True Path Violation regarding TATA-box

Currently both "RNApol_II_promoter" and "RNApol_III_promoter" are related to the term "TATA_box" SO:0000174 via the has_part relationship. This is not true. Both RNAPs II and III have both TATA-containing and TATA-less promoters. It seems like there are a couple ways to deal with this.

  • One would be to make subtypes of TATA-elements based on what kind of promoter they are within, e.g. "TATA_box in RNApol_II_promoter" or however would be the way to phrase that in SO. This would allow appropriate specific kinds of TATA elements to be part of "RNApol_II_core_promoter" or "RNApol_III_promoter_type_3", as appropriate.
  • Alternatively, you could have subclasses of RNAP II promoters that are TATA-containing and TATA-less. It would be true to say that the former has_part "TATA_box", but I'm not sure this is really the way to go. There are several other core promoter elements that are recognized by basal txn factors, and being a core promoter element versus a regulatory txn factor binding site seems to be the more significant distinction. In addition, for RNAP III type 1 and 2 promoters, TATA elements seem to be optional, but their presence or absence does not seem to be a distinguishing characteristic, while TATA sites are a key element of type 3 RNAP III promoters.

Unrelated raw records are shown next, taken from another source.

describe("stored text is shown literally", () => {
  it("a sign-up name and a whole quote request", async () => {
    state.email = `literal-${randomUUID().slice(0, 8)}@example.com`;
    await ok(await state.customer.signUp(P.name, state.email, state.password), "sign-up");
    const verify = await waitForMail(state.email, "Confirm your e-mail");
    const mailPage = await newPage();
    await expectMailInert(mailPage, verify, ["name"]);
    await state.customer.follow(firstLink(verify, "verify-email"));
    await state.customer.signIn(state.email, state.password);
    const [u] = await sql<{ id: string }>(`select id from "user" where email = $1`, [state.email]);
    state.customerId = u!.id;

    const ticket = await ticketFor(state.customer, { name: P.photo, type: "image/jpeg", bytes: await jpeg({ width: 400, height: 300 }) });
    const body = quoteBody([ticket], {
      maker: P.maker,
      model: P.model,
      serial: P.serial,
      dialMarkings: P.dialMarkings,
      symptoms: P.symptoms,
      priorWork: P.priorWork,
    });
    const created = (await ok(await state.customer.post("/api/portal/jobs", body), "quote request")) as { jobId: string };
    state.jobId = created.jobId;
    const received = await waitForMail(state.email, "We received your quote request");
    await expectMailInert(mailPage, received, ["name", "maker", "model"]);
  });

  it("triage: a question, the owner's answer, a bench note, estimate lines and a change summary", async () => {
    const job = `/api/bench/jobs/${state.jobId}`;
    await ok(await state.tech.post(`${job}/triage`, {}), "triage");
    await ok(await state.tech.post(`${job}/question`, { question: P.question, idempotencyKey: randomUUID() }), "question");
    const question = await waitForMail(state.email, "A question about your");
    const mailPage = await newPage();
    await expectMailInert(mailPage, question, ["question", "maker", "model"]);
    await ok(
      await state.customer.post(`/api/portal/jobs/${state.jobId}/messages`, { body: P.message, idempotencyKey: randomUUID() }),
      "answer",
    );
    await ok(await state.tech.post(`${job}/notes`, { body: P.note, idempotencyKey: randomUUID() }), "bench note");

    const line = (over: Record<string, unknown>) => ({
      key: randomUUID().slice(0, 8),
      kind: "labour",
      category: "inspection",
      minutes: 30,
      quantity: 1,
      reason: "",
      readings: [],
      unitCost: "",
      markupPercent: "",
      covered: false,
      ...over,
    });
    const lines = [
      line({ code: "inspect.literal", title: P.lineTitle, reason: P.lineReason }),
      line({
        code: "part.literal",
        kind: "part",
        category: "parts",
        minutes: 0,
        title: P.partTitle,
        unitCost: "4.50",
        markupPercent: "35",
      }),
    ];
    const draft = (await ok(await state.tech.get(`${job}/estimate`), "estimate")) as { version: number };
    const saved = (await ok(
      await state.tech.request(`${job}/estimate`, { method: "PUT", json: { version: draft.version, lines } }),
      "save estimate",
    )) as { version: number };
    await ok(await state.tech.post(`${job}/estimate/send`, { version: saved.version }), "send estimate");
    const ready = await waitForMail(state.email, "is ready");
    await expectMailInert(mailPage, ready, ["name", "maker", "model"]);
    const again = (await ok(
      await state.tech.request(`${job}/estimate`, {
        method: "PUT",
        json: {
          version: saved.version,
          lines: [...lines, line({ code: "test.literal", category: "test", title: "Burn-in for two hours" })],
        },
      }),
      "save revision 2",
    )) as { version: number };
    await ok(await state.tech.post(`${job}/estimate/send`, { version: again.version, changeSummary: P.changeSummary }), "send revision 2");
    const revised = await waitForMail(state.email, "Revised estimate");
    await expectMailInert(mailPage, revised, ["changeSummary", "maker", "model"]);
  });

  it("the owner's job page and the bench job page show every one of them as text", async () => {
    const portal = await newPage({ email: state.email, password: state.password });
    await expectLiteral(
      portal,
      `/portal/jobs/${state.jobId}`,
      ["maker", "model", "serial", "symptoms", "priorWork", "message", "question", "lineTitle", "partTitle", "changeSummary"],
      "portal-job",
    );
    await expectLiteral(portal, "/portal", ["maker", "model"], "portal-list");

    const bench = await newPage(DEMO.tech);
    await expectLiteral(
      bench,
      `/bench/jobs/${state.jobId}`,
      ["name", "maker", "model", "symptoms", "priorWork", "photo", "message", "question", "note", "lineTitle", "lineReason", "partTitle"],
      "bench-job",
      { tabs: true },
    );
    await expectLiteral(bench, "/bench", ["name", "maker", "model"], "bench-queue-all");
    // The dial markings the owner typed are kept with the set as typed (no page shows them yet).
    const detail = (await ok(await state.tech.get(`/api/bench/jobs/${state.jobId}`), "bench job")) as {
      set: { profile: { ownerReport?: { dialMarkings?: string } } };
    };
    expect(detail.set.profile.ownerReport?.dialMarkings).toBe(P.dialMarkings);
  });

  it("decline reasons from the owner and from the shop", async () => {
    const seeded = await seedJobWithEstimate({ email: state.email });
    state.declinedByOwnerJob = seeded.jobId;
    await ok(
      await state.customer.post(`/api/portal/jobs/${seeded.jobId}/estimate/decline`, {
        revisionId: seeded.revisionId,
        reason: P.ownerDecline,
      }),
      "owner declines",
    );
    const triaged = await createJob({ customerEmail: state.email, state: "in_triage", technicianEmail: DEMO.tech.email });
    state.declinedByShopJob = triaged.jobId;
    await ok(await state.tech.post(`/api/bench/jobs/${triaged.jobId}/decline`, { reason: P.shopDecline }), "shop declines");

    const portal = await newPage({ email: state.email, password: state.password });
    await expectLiteral(portal, `/portal/jobs/${state.declinedByOwnerJob}`, ["ownerDecline"], "portal-declined-by-owner");
    await expectLiteral(portal, `/portal/jobs/${state.declinedByShopJob}`, ["shopDecline"], "portal-declined-by-shop");
    const bench = await newPage(DEMO.tech);
    await expectLiteral(bench, `/bench/jobs/${state.declinedByOwnerJob}`, ["ownerDecline"], "bench-declined-by-owner", { tabs: true });
    await expectLiteral(bench, `/bench/jobs/${state.declinedByShopJob}`, ["shopDecline"], "bench-declined-by-shop", { tabs: true });
  });

  it("a reading note: kept as typed, and the bench sheet that carries it runs nothing", async () => {
    const onBench = await createJob({
      customerEmail: state.email,
      maker: P.maker,
      model: P.model,
      state: "on_bench",
      profile: { ...AURELIAN_PROFILE },
      technicianEmail: DEMO.tech.email,
    });
    state.benchJob = onBench.jobId;
    await ok(
      await state.tech.post(`/api/bench/jobs/${onBench.jobId}/readings`, { key: "leakage.plug-b", value: 0.12, note: P.readingNote }),
      "reading",
    );
    const sheet = (await ok(await state.tech.get(`/api/bench/jobs/${onBench.jobId}/sheet`), "sheet")) as {
      requirements: { key: string; note: string | null }[];
    };
    expect(sheet.requirements.find((r) => r.key === "leakage.plug-b")?.note).toBe(P.readingNote);
    const bench = await newPage(DEMO.tech);
    await expectLiteral(bench, `/bench/jobs/${onBench.jobId}`, ["maker", "model"], "bench-sheet", { tabs: true });
  });

  it("the office's shop name, address, part names and warranty wording, and the certificate made with them", async () => {
    const current = (await ok(await state.owner.get("/api/office/settings"), "settings")) as {
      values: Record<string, unknown>;
      version: number;
    };
    originalSettings = structuredClone(current.values);
    try {
      const v = structuredClone(current.values) as {
        identity: { name: string; addressText: string };
        warrantyTerms: { whoIsCovered: string; shopWording: string };
      } & Record<string, unknown>;
      v.identity.name = P.shopName;
      v.identity.addressText = `${P.address}\nPort Alder`;
      v.warrantyTerms.whoIsCovered = P.terms;
      v.warrantyTerms.shopWording = P.terms;
      await ok(
        await state.owner.request("/api/office/settings", { method: "PUT", json: { ...v, version: current.version } }),
        "save settings",
      );

      const office = await newPage(DEMO.owner);
      await expectLiteral(office, "/office/settings", ["shopName", "address", "terms"], "office-settings");
      // A part's name is the shop's text too: the parts page prints it as typed.
      const [yCap] = await sql<{ id: string; name: string }>("select id, name from part where code = 'cap.y2'");
      await ok(
        await state.owner.request(`/api/office/parts/${yCap!.id}`, { method: "PATCH", json: { name: P.catalogueTitle } }),
        "rename a part",
      );
      try {
        await expectLiteral(office, "/office/parts", ["catalogueTitle"], "office-parts");
      } finally {
        await sql("update part set name = $2 where id = $1", [yCap!.id, yCap!.name]);
      }

      // Issued while these settings are in force: the certificate keeps the shop's words as signed.
      const cert = await createCertificate({ customerId: state.customerId, maker: P.maker, model: P.model, serial: "AU-52-7301" });
      state.certificateId = cert.certificateId;
      state.certificateCode = cert.code;
      state.certificateJob = cert.jobId;
    } finally {
      await restoreSettings();
    }
    const issued = await waitForMail(state.email, "Warranty certificate for your");
    const mailPage = await newPage();
    await expectMailInert(mailPage, issued, ["name", "maker", "model"]);

    const raw = await pdfText(state.customer, state.certificateId);
    mkdirSync(testEnv.artifacts, { recursive: true });
    writeFileSync(join(testEnv.artifacts, "stored-text-certificate.txt"), raw);
    const text = squash(raw);
    for (const f of ["shopName", "address", "terms", "maker", "model", "name"] as const)
      expect(text, `certificate PDF: "${f}"`).toContain(squash(P[f]));

    const visitor = await newPage();
    await expectLiteral(visitor, `/verify/${state.certificateCode}`, ["shopName", "maker", "model"], "verify-valid");
  });

  it("a claim description and the decision reason", async () => {
    const opened = (await ok(
      await state.customer.post("/api/claims", {
        certificateId: state.certificateId,
        symptomCategory: "hum",
        description: P.claim,
        statements: [],
        photos: [],
      }),
      "claim",
    )) as { claim: { id: string } };
    state.claimId = opened.claim.id;
    const bench = await newPage(DEMO.tech);
    await expectLiteral(bench, "/bench/claims", ["maker", "model"], "bench-claims");
    await expectLiteral(bench, `/bench/claims/${state.claimId}`, ["claim", "maker", "model"], "bench-claim");

    await ok(
      await state.tech.post(`/api/claims/${state.claimId}/decision`, {
        decision: "reject",
        reason: P.claimReason,
        findings: ["excl.physical-damage"],
      }),
      "decision",
    );
    const decided = await waitForMail(state.email, "Warranty claim not covered");
    const mailPage = await newPage();
    await expectMailInert(mailPage, decided, ["claimReason", "maker", "model"]);
    const portal = await newPage({ email: state.email, password: state.password });
    await expectLiteral(portal, `/portal/claims/${state.claimId}`, ["claim", "claimReason", "maker", "model"], "portal-claim");
    await expectLiteral(portal, "/portal/claims", ["maker", "model"], "portal-claims");
    await expectLiteral(portal, `/portal/jobs/${state.certificateJob}`, ["maker", "model"], "portal-certificate-job");
  });

  it("a revocation reason on the verification page and the PDF", async () => {
    await ok(await state.owner.post(`/api/certificates/${state.certificateId}/revoke`, { reason: P.revoke }), "revoke");
    const visitor = await newPage();
    await expectLiteral(visitor, `/verify/${state.certificateCode}`, ["revoke", "maker", "model"], "verify-revoked");
    const office = await newPage(DEMO.owner);
    await expectLiteral(office, "/office/certificates", ["maker", "model"], "office-certificates");
    await expectLiteral(office, "/office/audit?action=certificate.revoke", ["revoke"], "office-audit-revoke");
    await expectLiteral(office, "/office/audit?action=estimate.decline", ["name", "ownerDecline"], "office-audit-decline");
    const text = squash(await pdfText(state.customer, state.certificateId));
    expect(text).toContain(squash(P.revoke));
  });

  it("a staff invitation's name, through the office's own form", async () => {
    const email = `invitee-${randomUUID().slice(0, 8)}@kestrel-lane.example`;
    const office = await newPage(DEMO.owner);
    await office.goto("/office/staff");
    await office.getByLabel("Name").fill(P.invite);
    await office.getByLabel("E-mail").fill(email);
    await office.getByRole("button", { name: "Send invitation" }).click();
    await expect.poll(() => office.getByText(`Invitation sent to ${email}.`).count()).toBe(1);
    await expectLiteral(office, "/office/staff", ["invite"], "office-staff");
    const invite = await waitForMail(email, "invited");
    const mailPage = await newPage();
    await expectMailInert(mailPage, invite, ["invite"]);
  });
});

Issues relating to "TF_binding_site"

  • The definition may be incorrect. The current def is "A region of a molecule that binds a TF complex [GO:0005667].", but I don't think that all transcription factors are complexes.
  • What is the intended scope of children of this term? Is the goal to list consensus sites of all transcription factors?

detail on promoter types?

How much detail does SO want to cover regarding specific types of promoters? For some RNA polymerases, e.g. euk RNAP II and bacterial RNAP, it seems that the number of types could be from large to enormous. For others, e.g. RNA polymerase I or III, there are one or a small number of common types, though RNAP III may have numerous atypical promoter structures.

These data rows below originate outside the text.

/**
 * Stores one reading, in its phase (as received or as returned), with its verdict against the tolerance in
 * force and the instrument it was taken with (flagged when that instrument's calibration was overdue on the
 * day); re-measuring in the same phase overwrites it.
 */
export async function saveReading(ctx: TxContext, { jobId, actorId, input }: { jobId: string; actorId: string; input: ReadingInput }) {
  // Every bench write takes the job's row lock, as completion does: a reading either lands before the
  // completion gate reads the sheet, or waits and then finds the job no longer on the bench.
  const { job, set } = await loadJob(ctx.tx, jobId, { lock: true });
  requireState(job, READING_STATES, "record readings");
  const { requirements, profile } = await sheetBasis(ctx.tx, jobId, set);
  // Performance readings are offered only on a job the technician opted in; they never gate completion.
  const performance = (await performanceRequirementsFor(ctx.tx, jobId, profile)).requirements;
  const requirement = requirements.find((r) => r.key === input.key) ?? performance.find((r) => r.key === input.key);
  if (!requirement)
    throw new AppError("invalid_input", "This set does not call for that reading.", { key: "This set does not call for that reading." });
  const problem = input.value === null ? null : readingValueProblem(requirement, input.value);
  if (problem) throw new AppError("invalid_input", problem, { value: problem });
  const judged = judgeReading(requirement, input.value);
  const now = new Date();
  const phase: ReadingPhase = input.phase ?? DEFAULT_STORED_PHASE;
  const instrument = input.instrumentId
    ? await instrumentForReading(ctx.tx, { instrumentId: input.instrumentId, kinds: instrumentKindsFor(requirement) })
    : null;
  const instrumentOverdue = instrument ? isCalibrationOverdue(instrument.calibrationDueOn, todayUtc(now)) : false;
  const [before] = await ctx.tx
    .select()
    .from(readings)
    .where(and(eq(readings.jobId, jobId), eq(readings.key, input.key), eq(readings.phase, phase)))
    .limit(1);
  const values = {
    value: input.value,
    unit: requirement.unit,
    note: input.note || null,
    verdict: judged.verdict,
    toleranceText: judged.toleranceText,
    recordedBy: actorId,
    recordedAt: now,
    instrumentId: instrument?.id ?? null,
    instrumentOverdue,
  };
  await ctx.tx
    .insert(readings)
    .values({ jobId, key: input.key, phase, ...values })
    .onConflictDoUpdate({ target: [readings.jobId, readings.key, readings.phase], set: values });
  if (instrument) await rememberInstrumentChoice(ctx, { userId: actorId, instrument });
  await audit(ctx, {
    actorId,
    action: "reading.record",
    entity: "job",
    entityId: jobId,
    before: before
      ? { key: before.key, phase: before.phase, value: before.value, verdict: before.verdict, instrumentId: before.instrumentId }
      : null,
    after: {
      key: input.key,
      phase,
      value: input.value,
      verdict: judged.verdict,
      instrumentId: instrument?.id ?? null,
      ...(instrumentOverdue ? { instrumentOverdue } : {}),
    },
  });
  return {
    key: input.key,
    phase,
    value: input.value,
    verdict: judged.verdict,
    toleranceText: judged.toleranceText,
    deviation: judged.deviation ?? null,
    allowed: judged.allowed ?? null,
    recordedAt: now.toISOString(),
    instrumentId: instrument?.id ?? null,
    instrumentOverdue,
  };
}

/** Ticks (or unticks) a checklist line, keeping who and when. */
export async function setTask(
  ctx: TxContext,
  { jobId, actorId, code, done }: { jobId: string; actorId: string; code: string; done: boolean },
) {
  const { job } = await loadJob(ctx.tx, jobId, { lock: true });
  requireState(job, READING_STATES, "tick checklist lines");
  const [task] = await ctx.tx
    .select()
    .from(jobTasks)
    .where(and(eq(jobTasks.jobId, jobId), eq(jobTasks.code, code)))
    .limit(1);
  if (!task) throw new AppError("not_found", "That checklist line is not on this job.");
  const now = new Date();
  await ctx.tx
    .update(jobTasks)
    .set(done ? { doneBy: actorId, doneAt: now } : { doneBy: null, doneAt: null })
    .where(eq(jobTasks.id, task.id));
  await audit(ctx, {
    actorId,
    action: done ? "task.done" : "task.reopen",
    entity: "job",
    entityId: jobId,
    before: { code, done: Boolean(task.doneAt) },
    after: { code, done },
  });
  return { code, done, doneAt: done ? now.toISOString() : null };
}

/** A workshop-only note; the same key again returns the first note instead of adding another. */
export async function addBenchNote(
  ctx: TxContext,
  { jobId, actorId, body, idempotencyKey }: { jobId: string; actorId: string; body: string; idempotencyKey: string },
) {
  await loadJob(ctx.tx, jobId, { lock: true });
  const existing = await findKeyedMessage(ctx, { jobId, authorId: actorId, idempotencyKey, body, internal: true, isQuestion: false });
  if (existing) return { messageId: existing.id, duplicate: true };
  const [msg] = await ctx.tx
    .insert(messages)
    .values({ jobId, authorId: actorId, body, internal: true, idempotencyKey })
    .returning({ id: messages.id });
  return { messageId: msg!.id, duplicate: false };
}

// ---- Completion and return -----------------------------------------------------------------------------

export type CompletionReason = { kind: "reading-missing" | "reading-failing" | "line-open" | "profile"; key: string; text: string };

/** Why the job cannot be completed yet; an empty list means it can. */
export async function completionGate(tx: Database, jobId: string) {
  const { set } = await loadJob(tx, jobId);
  const basis = await sheetBasis(tx, jobId, set);
  const reasons: CompletionReason[] = [];
  if (!basis.profile)
    reasons.push({ kind: "profile", key: "profile", text: "The set profile is incomplete, so the required readings are unknown." });
  // The set is judged as it goes back: the as-returned readings.
  const stored = await tx
    .select()
    .from(readings)
    .where(and(eq(readings.jobId, jobId), eq(readings.phase, "as_returned")));
  const values = Object.fromEntries(stored.map((r) => [r.key, r.value]));
  const sheet = judgeReadings(basis.requirements, values);
  for (const r of sheet.results) {
    if (r.verdict === "missing") reasons.push({ kind: "reading-missing", key: r.key, text: `${r.label}: not recorded yet.` });
    if (r.verdict === "fail")
      reasons.push({
        kind: "reading-failing",
        key: r.key,
        text: `${r.label}: ${r.value} ${r.unit} is outside the tolerance (${r.toleranceText}).`,
      });
  }
  const tasks = await tx.select().from(jobTasks).where(eq(jobTasks.jobId, jobId));
  for (const t of tasks) if (!t.doneAt) reasons.push({ kind: "line-open", key: t.code, text: `Checklist line not ticked: ${t.title}.` });
  return { reasons, sheet, tasks };
}

function refuse(message: string, reasons: CompletionReason[]): AppError {
  return new AppError(
    "conflict",
    message,
    Object.fromEntries(reasons.map((r) => [r.kind === "line-open" ? `task:${r.key}` : r.key, r.text])),
  );
}

/** All lines ticked: the set goes to final checks. */
export async function beginFinalChecks(ctx: TxContext, { jobId, actorId }: { jobId: string; actorId: string }) {
  const { job } = await loadJob(ctx.tx, jobId, { lock: true });
  requireState(job, ["on_bench"], "start final checks");
  const { reasons } = await completionGate(ctx.tx, jobId);
  const open = reasons.filter((r) => r.kind === "line-open");
  if (open.length) throw refuse(`Final checks start once every checklist line is ticked; ${open.length} still open.`, open);
  return transitionJob(ctx, { jobId, to: "final_checks", actor: "staff", actorId, note: "All checklist lines ticked" });
}

export async function returnToBench(ctx: TxContext, { jobId, actorId }: { jobId: string; actorId: string }) {
  return transitionJob(ctx, { jobId, to: "on_bench", actor: "staff", actorId, note: "Back to the bench from final checks" });
}

/**
 * Completion: refused with every reason while a required reading is missing or failing or a line is
 * open; otherwise the job moves to "balance due" and the owner is asked for the balance.
 */
export async function completeJob(ctx: TxContext, { jobId, actorId }: { jobId: string; actorId: string }) {
  const { job, set, customer } = await loadJob(ctx.tx, jobId, { lock: true });
  requireState(job, ["final_checks"], "complete the job");
  const { reasons } = await completionGate(ctx.tx, jobId);
  if (reasons.length) {
    throw refuse(
      `The job cannot be completed yet: ${reasons.length} ${reasons.length === 1 ? "thing needs" : "things need"} attention.`,
      reasons,
    );
  }
  const approved = await getApprovedRevisionWithLines({ jobId }, ctx.tx);
  if (!approved) throw new AppError("conflict", "No approved estimate was found for this job.");
  const exponent = typeof approved.revision.pricing.exponent === "number" ? approved.revision.pricing.exponent : 2;
  await transitionJob(ctx, {
    jobId,
    to: "balance_due",
    actor: "staff",
    actorId,
    note: "Completed: every required reading passes",
    patch: { completedAt: new Date() },
  });
  // Warranty work and jobs already paid for have nothing to collect: they move on by themselves.
  const { account, movedOn, waivedMinor } = await settleIfNothingOwed(ctx, jobId, { actorId });
  const currency = approved.revision.currency;
  await queueEmail(ctx, {
    to: customer.email,
    template: "balance-due",
    props: {
      name: customer.name,
      jobNumber: jobNumber(job.number),
      setName: setName(set),
      url: portalUrl(jobId),
      balanceText: moneyText(account.owedMinor, currency, exponent),
      ...(movedOn ? { settled: true } : {}),
      ...(account.owedBackMinor > 0 ? { owedBackText: moneyText(account.owedBackMinor, currency, exponent) } : {}),
      ...(waivedMinor > 0 ? { waivedText: moneyText(waivedMinor, currency, exponent) } : {}),
    },
    dedupeKey: `balance-due:${jobId}:r${approved.revision.revision}`,
  });
  return {
    balanceMinor: account.owedMinor,
    owedBackMinor: account.owedBackMinor,
    waivedMinor,
    movedOn,
    currency: approved.revision.currency,
    exponent,
  };
}

/** The set goes back to its owner (paid in full): the return is recorded and the certificate issued together. */
export async function recordReturn(ctx: TxContext, { jobId, actorId, input }: { jobId: string; actorId: string; input: ReturnInput }) {
  const { job, set, customer } = await loadJob(ctx.tx, jobId);
  requireState(job, ["paid_in_full"], "record the return");
  const shipped = input.method === "shipped" ? input : null;
  // A set shipped without a chosen return address goes to the owner's default: the job keeps that copy.
  if (shipped) await snapshotDefaultReturnAddress(ctx, { jobId });
  await transitionJob(ctx, {
    jobId,
    to: "returned",
    actor: "staff",
    actorId,
    note: shipped ? `Shipped by ${shipped.carrier}, tracking ${shipped.trackingNumber}` : "Picked up at the shop",
    patch: {
      returnMethod: input.method,
      carrier: shipped?.carrier ?? null,
      trackingNumber: shipped?.trackingNumber ?? null,
      returnedAt: new Date(),
    },
  });
  const certificate = await issueCertificate(ctx, { jobId, actorId });
  await queueEmail(ctx, {
    to: customer.email,
    template: "set-returned",
    props: {
      name: customer.name,
      jobNumber: jobNumber(job.number),
      setName: setName(set),
      method: input.method,
      ...(shipped ? { carrier: shipped.carrier, trackingNumber: shipped.trackingNumber } : {}),
      url: portalUrl(jobId),
    },
    dedupeKey: `set-returned:${jobId}`,
  });
  return { certificateId: certificate.certificateId, code: certificate.code };
}

// ---- Read side -----------------------------------------------------------------------------------------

  • Regarding "RNApol_III_promoter_type_1", In Sc, only the C box is required, but in Xenopus, there are a couple additional elements, the A box and the intermediate element (IE). [Schramm L, Hernandez N. 2002, PMID:12381659]. If SO is going for comprehensive detail, the A and IE sites should probably be added.
  • Regarding the children of "bacterial_RNApol_promoter" ("minus_10_signal" and "minus_35_signal"), are the -10 and -35 general to all bacterial promoters? I thought they were the hallmarks specifically of sigma70 promoters, particularly since you have specified the actual consensus sequence, and that other sigmas have other recognition sequences.

inconsistency between usage of "TF_binding_site" or "DNA_motif" in parentage?

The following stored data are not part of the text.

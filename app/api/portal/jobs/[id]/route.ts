import { route } from "@/lib/server/route-handler";
import { getPortalJobView } from "@/lib/server/services/portal-view";
import { idFrom } from "../../_lib/ids";

// GET /api/portal/jobs/:id — timeline, photos, current estimate, payments and what is due.
export const GET = route<{ id: string }>({ permission: "portal.use" }, async ({ viewer, params }) => {
  return getPortalJobView({ jobId: idFrom(params.id), customerId: viewer.id });
});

There are some promoter motifs, e.g. the "A_box" that is part_of "RNApol_III_promoter_type_2" that are is_a children of "TF_binding_site", which is a descendent of "protein_binding_site". Then there are promoter motifs, e.g. "DMv1_motif", that is part_of "RNApol_II_promoter" and is_a children of "DNA_motif".

  • What is the basis for the difference in parentage?
  • Why is "TF_binding_site" not a type of "DNA_motif"?

GO issues

  • represent every type of polymerase that exists in the same cell?
    We already have process terms for things like "transcription from mitochondrial promoter" and similar terms for transcription done by the other RNAPs (I, II, and III). Different gene products are definitely involved in transcription by these different polymerases.
    I'm wondering if this leads to having corresponding binding terms for all of these too...
  • I have some terms in for transcription cycle in process, and some with links to function
    This seems to lead to having parallel sets of terms for the transcription cycle for each different type of RNA polymerase found in the same cell, so based on plants, the minimum set would be at least these: RNAP I, RNAP II, RNAP III, RNAP IV mito RNAP, plastid RNAP.